*** Source material ***

import type { Budget } from '../arith/budget';
import { unlessExhausted } from '../arith/limited-budget';
import { seeded } from '../arith/seeded';
import { Refusal } from '../expression/refusal';
import {
  addMulti,
  constantPolynomial,
  keyOf,
  lettersIn,
  multiplyMulti,
  negateMulti,
  type LetterRing,
  type MultiPolynomial,
} from '../field/multivariate';
import type { Monomial } from '../ring/word-ring';
import type { Generator } from './letters-generators';
import {
  isCoprime,
  nameOfTriple,
  pairOf,
  polynomialOf,
  productOf,
  weightOf,
  type Product,
  type SteinbergPair,
  type Triple,
} from './steinberg-triples';

/** Products of at most this many generators are looked at, and at most that many of them. */
const WEIGHT_LIMIT = 4;
const MONOMIAL_LIMIT = 420;
/** Where values at a point say little, over a small field, polynomials are added instead; that takes longer. */
const MONOMIAL_LIMIT_EXACT = 130;
/** So many entries, of so many generators at most, are looked at with their quotients. */
const ENTRY_LIMIT = 24;
const ENTRY_WEIGHT = 16;

/**
 * The pairs x + y = 1 among ± monomials in pairwise coprime generators, lightest first, one for each sum m₁ ± m₂ = ±m₃ of coprime
 * products: those of few generators, found by values at a point and tested as polynomials, and those in which an entry of the
 * statement, or a quotient of two, is x. With a limited budget it gives those that were found; `complete` says whether it was enough.
 */
export function steinbergPairs(
  ring: LetterRing,
  generators: readonly Generator[],
  entries: readonly Monomial[],
  budget: Budget,
): { readonly pairs: readonly SteinbergPair[]; readonly complete: boolean } {
  const p = ring.characteristic;
  const triples = new Map<string, Triple>();
  const limited = { ...ring, budget };
  const joined = joinedGenerators(ring, generators);
  const complete = unlessExhausted(
    () => {
      entryTriples(limited, generators, joined, entries, triples, budget);
      if (p === 0n || (p > 1_000_000n && p < 1n << 26n))
        lightTriples(limited, generators, joined, pointValues(ring, generators), MONOMIAL_LIMIT, triples, budget);
      else
        lightTriples(
          limited,
          generators,
          joined,
          polynomialValues(limited, generators),
          MONOMIAL_LIMIT_EXACT,
          triples,
          budget,
        );
      return true;
    },
    () => false,
  );
  return { pairs: [...triples.values()].map(pairOf).sort((a, b) => a.weight - b.weight), complete };
}

/** A ring in which generators have values, those of different polynomials different as a rule. */
interface Values<V> {
  readonly one: V;
  readonly generators: readonly V[];
  multiply(a: V, b: V): V;
  add(a: V, b: V): V;
  negate(a: V): V;
  key(a: V): string | number;
}

const POINT_PRIME = 67108859;

function pointValues(ring: LetterRing, generators: readonly Generator[]): Values<number> {
  const q = ring.characteristic === 0n ? POINT_PRIME : Number(ring.characteristic);
  const stream = seeded(generators.length);
  const at = ring.letters.map(() => BigInt(Math.abs((stream() * 4294967296) % (q - 2)) + 2));
  const modulus = BigInt(q);
  const reduce = (n: bigint): number => Number(((n % modulus) + modulus) % modulus);
  const valueOf = (f: MultiPolynomial): number =>
    f.reduce((sum, { exponents, coefficient }) => {
      let value = coefficient % modulus;
      exponents.forEach((e, i) => {
        for (let k = 0; k < e; k += 1) value = (value * (at[i] ?? 1n)) % modulus;
      });
      return reduce(BigInt(sum) + value);
    }, 0);
  return {
    one: 1,
    generators: generators.map((g) => (g.kind === 'integer' ? reduce(g.value) : valueOf(g.value))),
    multiply: (a, b) => (a * b) % q,
    add: (a, b) => (a + b) % q,
    negate: (a) => (a === 0 ? 0 : q - a),
    key: (a) => a,
  };
}

function polynomialValues(ring: LetterRing, generators: readonly Generator[]): Values<MultiPolynomial> {
  return {
    one: constantPolynomial(ring, 1n),
    generators: generators.map((g) => (g.kind === 'integer' ? constantPolynomial(ring, g.value) : g.value)),
    multiply: (a, b) => multiplyMulti(ring, a, b),
    add: (a, b) => addMulti(ring, a, b),
    negate: (a) => negateMulti(ring, a),
    key: keyOf,
  };
}

/**
 * The generators that can occur in a sum m₁ ± m₂ = ±m₃ of coprime products. One that has a letter for itself cannot: only one of the
 * products would have the letter.
 */
function joinedGenerators(ring: LetterRing, generators: readonly Generator[]): readonly number[] {
  let left = generators.map((generator, index) => ({
    index,
    letters: generator.kind === 'integer' ? [] : lettersIn(ring, generator.value),
  }));
  for (;;) {
    const counts = ring.letters.map((_, letter) => left.filter(({ letters }) => letters.includes(letter)).length);
    const next = left.filter(({ letters }) => letters.every((letter) => (counts[letter] ?? 0) > 1));
    if (next.length === left.length) return left.map(({ index }) => index);
    left = next;
  }
}

/** Adds the sums of light products. */
function lightTriples<V>(
  ring: LetterRing,
  generators: readonly Generator[],
  joined: readonly number[],
  values: Values<V>,
  limit: number,
  triples: Map<string, Triple>,
  budget: Budget,
): void {
  const valueOf = (product: Product): V =>
    product.reduce((value, e, i) => {
      let result = value;
      for (let k = 0; k < e; k += 1) result = values.multiply(result, values.generators[i] ?? values.one);
      return result;
    }, values.one);
  const list = lightProducts(generators.length, joined, limit).map((product) => ({
    product,
    value: valueOf(product),
    support: product.reduce((bits, e, i) => (e > 0 ? bits | (1 << (i & 31)) : bits), 0),
  }));
  const byKey = new Map(list.map((entry) => [values.key(entry.value), entry.product] as const));
  const isZero = (triple: Triple): boolean =>
    triple.reduce<MultiPolynomial>((sum, m) => addMulti(ring, sum, polynomialOf(ring, generators, m)), []).length === 0;
  for (const [i, first] of list.entries()) {
    budget.spend('looking for Steinberg relations');
    for (let j = i + 1; j < list.length; j += 1) {
      const second = list[j];
      // bits say at once that most are not coprime; those of more than 32 generators only that they may not be
      if (second === undefined || ((first.support & second.support) !== 0 && generators.length <= 32)) continue;
      if (generators.length > 32 && !isCoprime(first.product, second.product)) continue;
      for (const minus of [false, true]) {
        const sum = values.add(first.value, minus ? values.negate(second.value) : second.value);
        for (const turned of [false, true]) {
          const third = byKey.get(values.key(turned ? values.negate(sum) : sum));
          if (third === undefined) continue;
          const name = nameOfTriple([first.product, second.product, third]);
          const triple: Triple = [
            { negative: false, product: first.product },
            { negative: minus, product: second.product },
            { negative: !turned, product: third },
          ];
          if (!triples.has(name) && isZero(triple)) triples.set(name, triple);
        }
      }
    }
  }
}

/** Products of the joined generators by rising weight, 1 among them, as many as there may be. */
function lightProducts(count: number, joined: readonly number[], limit: number): readonly Product[] {
  const all: Product[] = [];
  let layer: readonly Product[] = [new Array<number>(count).fill(0)];
  for (let weight = 0; weight <= WEIGHT_LIMIT && all.length + layer.length <= limit; weight += 1) {
    all.push(...layer);
    layer = layer.flatMap((product) => {
      const last = product.findLastIndex((e) => e > 0);
      return joined.flatMap((i) => (i < last ? [] : [product.map((e, k) => (k === i ? e + 1 : e))]));
    });
  }
  return all;
}

/** Adds the sums 1 − x for x an entry or a quotient of two, up to sign, as far as they are products again. */
function entryTriples(
  ring: LetterRing,
  generators: readonly Generator[],
  joined: readonly number[],
  entries: readonly Monomial[],
  triples: Map<string, Triple>,
  budget: Budget,
): void {
  const among = new Set(joined);
  const few = entries.slice(0, ENTRY_LIMIT);
  const candidates = [...few, ...few.flatMap((a, i) => few.slice(i + 1).map((b) => quotient(a, b)))];
  const seen = new Set<string>();
  for (const candidate of candidates) {
    if ([...candidate.exponents].some(([i, e]) => e !== 0n && !among.has(i))) continue;
    const [above, below] = [side(generators, candidate, 1n), side(generators, candidate, -1n)];
    if (above === undefined || below === undefined) continue;
    const name = nameOfTriple([above, below]);
    if (seen.has(name)) continue;
    seen.add(name);
    budget.spend('looking for Steinberg relations');
    for (const negative of [false, true]) {
      const [first, second] = [
        { negative: false, product: below },
        { negative, product: above },
      ];
      const third = withoutLimit(() => {
        const sum = addMulti(ring, polynomialOf(ring, generators, first), polynomialOf(ring, generators, second));
        return sum.length === 0 ? undefined : productOf(ring, generators, sum);
      });
      if (third === undefined) continue;
      const whole = nameOfTriple([below, above, third.product]);
      if (!triples.has(whole)) triples.set(whole, [first, second, { ...third, negative: !third.negative }]);
    }
  }
}

/** The numerator (1) or the denominator (−1) of a monomial; `undefined` where it is too heavy to multiply out. */
function side(generators: readonly Generator[], { exponents }: Monomial, sign: 1n | -1n): Product | undefined {
  const product = generators.map((_, i) => {
    const e = (exponents.get(i) ?? 0n) * sign;
    return e > 0n ? Number(e) : 0;
  });
  return weightOf(product) > ENTRY_WEIGHT ? undefined : product;
}

function quotient(a: Monomial, b: Monomial): Monomial {
  const exponents = new Map(a.exponents);
  for (const [i, e] of b.exponents) exponents.set(i, (exponents.get(i) ?? 0n) - e);
  return { negative: a.negative !== b.negative, exponents };
}

/** Sums that are too long to multiply out are left out. */
function withoutLimit<T>(work: () => T): T | undefined {
  try {
    return work();
  } catch (error) {
    if (error instanceof Refusal && error.code === 'size') return undefined;
    throw error;
  }
}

*** End of Source material ***

The answer must be all the lines above that hold the word "lettersIn".

  lettersIn,
    letters: generator.kind === 'integer' ? [] : lettersIn(ring, generator.value),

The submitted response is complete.